Recently, high integration and fineness have been promoted in a device process, and the integrity of a device active region in a surface layer and the improvement of gettering ability to capture impurities such as metals caused by increase of bulk micro defects (BMD) formed by oxide precipitates (oxygen precipitation nuclei) in a bulk have been required of a silicon wafer.
In response to these requirements, various approaches have been attempted. For example, in order to eliminate defects (mainly grown-in defects) on a wafer surface, it has been performed that a wafer obtained by the Czochralski method (CZ method) is subjected to a high temperature heat treatment in an atmosphere of an argon gas or a hydrogen gas, or a mixture gas atmosphere thereof at 1100–1350° C. for 10–600 minutes.

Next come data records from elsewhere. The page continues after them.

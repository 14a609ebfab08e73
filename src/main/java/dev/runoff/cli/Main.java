package dev.runoff.cli;

/** Entry point placeholder while the build is prepared. */
public final class Main {
    private Main() {
    }

    public static void main(String[] args) {
        System.out.println("runoff");
    }
}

However, in the case that a silicon wafer having a large diameter of 200 mm or 300 mm or more is subjected to the high temperature heat treatment as described above, slip dislocations, which penetrate a wafer from its back side to the front, are remarkably generated. Such slip dislocations are grown further in a device process, they cause a failure in a device process, and they have been one of factors of lowering a yield.
Moreover, in the case that a silicon wafer having a large diameter of 300 mm or more is subjected to the high temperature heat treatment, as compared to the case that a silicon wafer having a diameter of 200 mm is subjected to the high temperature heat treatment, the generation of slip dislocations is remarkably increased, these slip dislocations have penetrated a annealed wafer from its back side to the front, and have been detected by a visual inspection or a particle counter. Namely, in the above heat treatment process, it was impossible to eliminate crystal defects in a wafer surface and suppress slip dislocations at the same time.